#### WHAT THE TASK REQUIRES:
Print the data below exactly, but only the lines from the one containing "is known of." down to the one containing "n_chains: Unbroken successions", inclusive.

╭─ THE INPUT

"""Type A uncertainty: what the scatter of repeated intervals says of their mean."""

from __future__ import annotations

import math

import numpy as np

from benchtool.frozen import frozen_record
from benchtool.model.arrays import FloatArray
from benchtool.model.timing import Intervals
from benchtool.timing.blend import blend_period
from benchtool.timing.noise import NoiseFit
from benchtool.timing.rounding import own_deviation

ENOUGH = 30
"""Intervals from which the two kinds of noise can be told apart."""

ENOUGH_FOR_BOTH_WAYS = 8
"""Periods from which the edges of both directions are weighted together."""

_BATCHES = 12
LEAST_FOR_BATCHES = 36
_SLOW_NOISE = 2.5  # variance of batch means over what neighbours explain: 1 % of chance at F(11,∞)


@frozen_record(eq=False)
class Mean:
    """A mean of repeated observations.

    Attributes:
        value: The mean.
        u: Its standard uncertainty from the scatter, in the same unit.
        dof: Degrees of freedom of ``u``.
        note: How ``u`` was come by.
        slow: Whether changes were seen that are slower than neighbours show.
    """

    value: float
    u: float
    dof: float
    note: str
    slow: bool = False


def two_pass_sd(values: FloatArray) -> float:
    """Return the experimental standard deviation (denominator n - 1).

    Args:
        values: Observations, shape (n,) with n >= 2.

    References:
        JCGM 100:2008, equation (4), by the two-pass formula with the correction for the rounding
        of the mean (Chan, Golub & LeVeque 1983, from memory).
    """
    away = values - np.mean(values)
    square = float(away @ away) - float(np.sum(away)) ** 2 / values.size
    return math.sqrt(max(0.0, square) / (values.size - 1))


def lag_one(values: FloatArray) -> float | None:
    """Return the lag-1 autocorrelation coefficient, None for a constant series.

    Args:
        values: Observations in order, shape (n,) with n >= 2.

    References:
        NIST/ITL StRD univariate summary statistics: mean and denominator of the full series.
    """
    away = values - np.mean(values)
    square = float(away @ away)
    return float(away[:-1] @ away[1:]) / square if square > 0 else None


def mean_of_widths(values: FloatArray, neighbours: float = 0.0) -> Mean:
    """Return the mean of observations that nothing but their scatter is known of.

    From 36 on, batch means tell both slow changes, which add to u, and errors that even out
    over some intervals, such as those of a grid, which do not.

    Args:
        values: Observations in order, shape (n,) with n >= 2.
        neighbours: Covariance of neighbours where it is known to be positive.
    """
    n = values.size
    value = float(np.mean(values))
    if n >= LEAST_FOR_BATCHES:
        u = two_pass_sd(_batch_means(values)) / math.sqrt(_BATCHES)
        note = f"sd of {_BATCHES} batch means over √{_BATCHES}"
        return Mean(value=value, u=u, dof=_BATCHES - 1, note=note)
    variance = two_pass_sd(values) ** 2 + 2 * max(0.0, neighbours)
    return Mean(value=value, u=math.sqrt(variance / n), dof=n - 1, note=f"sd of {n} over √{n}")


def mean_of_periods(period_s: FloatArray, n_chains: int, fit: NoiseFit | None) -> Mean:
    """Return the mean period on a grid, first to last edge, with what its scatter says.

    Args:
        period_s: Complete periods in order, seconds, shape (n,) with n >= 2.
        n_chains: Unbroken successions they come in.
        fit: Their two noises told apart, None where they are too few or do not scatter.
    """
    n = period_s.size
    if fit is None:
        return mean_of_widths(period_s)
    slow = slow_excess(period_s, fit.accumulating_s2, fit.edge_s2)
    if slow:
        return _with_slow(fit.plain_s, fit.u_plain_s, slow)
    plain_u = math.sqrt(fit.accumulating_s2 / n + 2 * n_chains * fit.edge_s2 / n**2)
    return Mean(
        value=fit.plain_s,
        u=max(plain_u, fit.u_plain_s),
        dof=fit.dof_plain,
        note=f"first to last edge over {n}, accumulating and edge noise told apart",
    )


def mean_of_both_ways(intervals: Intervals, u_edge_s: float) -> Mean:
    """Return the period from the edges of both directions, whose places are interpolated.

    Args:
        intervals: Intervals of the trace with enough periods to be told apart from chance.
        u_edge_s: What the noise of the samples gives an edge.
    """
    period_s = intervals.period_s
    blend = blend_period(intervals, u_edge_s)
    if blend is None:
        return mean_of_widths(period_s)
    slow = slow_excess(period_s, 2 * blend.width_s2, blend.edge_s2)
    if slow:
        return _with_slow(blend.period_s, blend.u_s, slow)
    return Mean(
        value=blend.period_s,
        u=blend.u_s,
        dof=blend.dof,
        note="edges of both directions, weighted as accumulating and edge noise ask for",
    )


def mean_on_grid(width_s: FloatArray, step_s: float, u_grid_s: float, most_s: float) -> Mean:
    """Return the mean of many widths on a grid, their scatter without that of the grid.

    Args:
        width_s: Widths in order, seconds, shape (n,) with n >= 30.
        step_s: Grid step.
        u_grid_s: What the grid gives their mean.
        most_s: Most that a width can scatter by itself.
    """
    n = width_s.size
    own_s = own_deviation(two_pass_sd(width_s), float(np.mean(width_s)), step_s) or 0.0
    own_s = min(own_s, most_s)
    batch = own_s**2 * _BATCHES / n + _BATCHES**2 * u_grid_s**2
    slow = _batch_excess(width_s, batch)
    if slow:
        return _with_slow(float(np.mean(width_s)), own_s / math.sqrt(n), slow)
    note = f"sd of {n} over √{n}, without that of the grid"
    return Mean(value=float(np.mean(width_s)), u=own_s / math.sqrt(n), dof=n - 1, note=note)


def slow_excess(period_s: FloatArray, accumulating_s2: float, edge_s2: float) -> float:
    """Return the variance of the mean from changes too slow for neighbours to show, or 0.

    Args:
        period_s: Periods in order.
        accumulating_s2: Variance a period of accumulating noise.
        edge_s2: Variance of an edge's time.
    """
    length = period_s.size // _BATCHES
    if not length:
        return 0.0
    return _batch_excess(period_s, accumulating_s2 / length + 2.2 * edge_s2 / length**2)


def _batch_excess(values: FloatArray, expected: float) -> float:
    """Return the variance of the mean that batch means show beyond what is expected, or 0.

    Args:
        values: Observations in order.
        expected: Variance of a batch mean that the fast noise explains.
    """
    if values.size < LEAST_FOR_BATCHES:
        return 0.0
    variance = two_pass_sd(_batch_means(values)) ** 2
    if variance <= _SLOW_NOISE * expected or variance <= (1e-12 * float(np.mean(values))) ** 2:
        return 0.0
    return variance / _BATCHES


def _batch_means(values: FloatArray) -> FloatArray:
    length = values.size // _BATCHES
    means: FloatArray = values[: length * _BATCHES].reshape(_BATCHES, length).mean(axis=1)
    return means


def _with_slow(value: float, fast_u: float, slow: float) -> Mean:
    return Mean(
        value=value,
        u=max(fast_u, math.sqrt(slow)),
        dof=_BATCHES - 1,
        note=f"sd of {_BATCHES} batch means over √{_BATCHES}: slow changes",
        slow=True,
    )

╰─

#### EXERCISE RESPONSE:
    """Return the mean of observations that nothing but their scatter is known of.

    From 36 on, batch means tell both slow changes, which add to u, and errors that even out
    over some intervals, such as those of a grid, which do not.

    Args:
        values: Observations in order, shape (n,) with n >= 2.
        neighbours: Covariance of neighbours where it is known to be positive.
    """
    n = values.size
    value = float(np.mean(values))
    if n >= LEAST_FOR_BATCHES:
        u = two_pass_sd(_batch_means(values)) / math.sqrt(_BATCHES)
        note = f"sd of {_BATCHES} batch means over √{_BATCHES}"
        return Mean(value=value, u=u, dof=_BATCHES - 1, note=note)
    variance = two_pass_sd(values) ** 2 + 2 * max(0.0, neighbours)
    return Mean(value=value, u=math.sqrt(variance / n), dof=n - 1, note=f"sd of {n} over √{n}")


def mean_of_periods(period_s: FloatArray, n_chains: int, fit: NoiseFit | None) -> Mean:
    """Return the mean period on a grid, first to last edge, with what its scatter says.

    Args:
        period_s: Complete periods in order, seconds, shape (n,) with n >= 2.
        n_chains: Unbroken successions they come in.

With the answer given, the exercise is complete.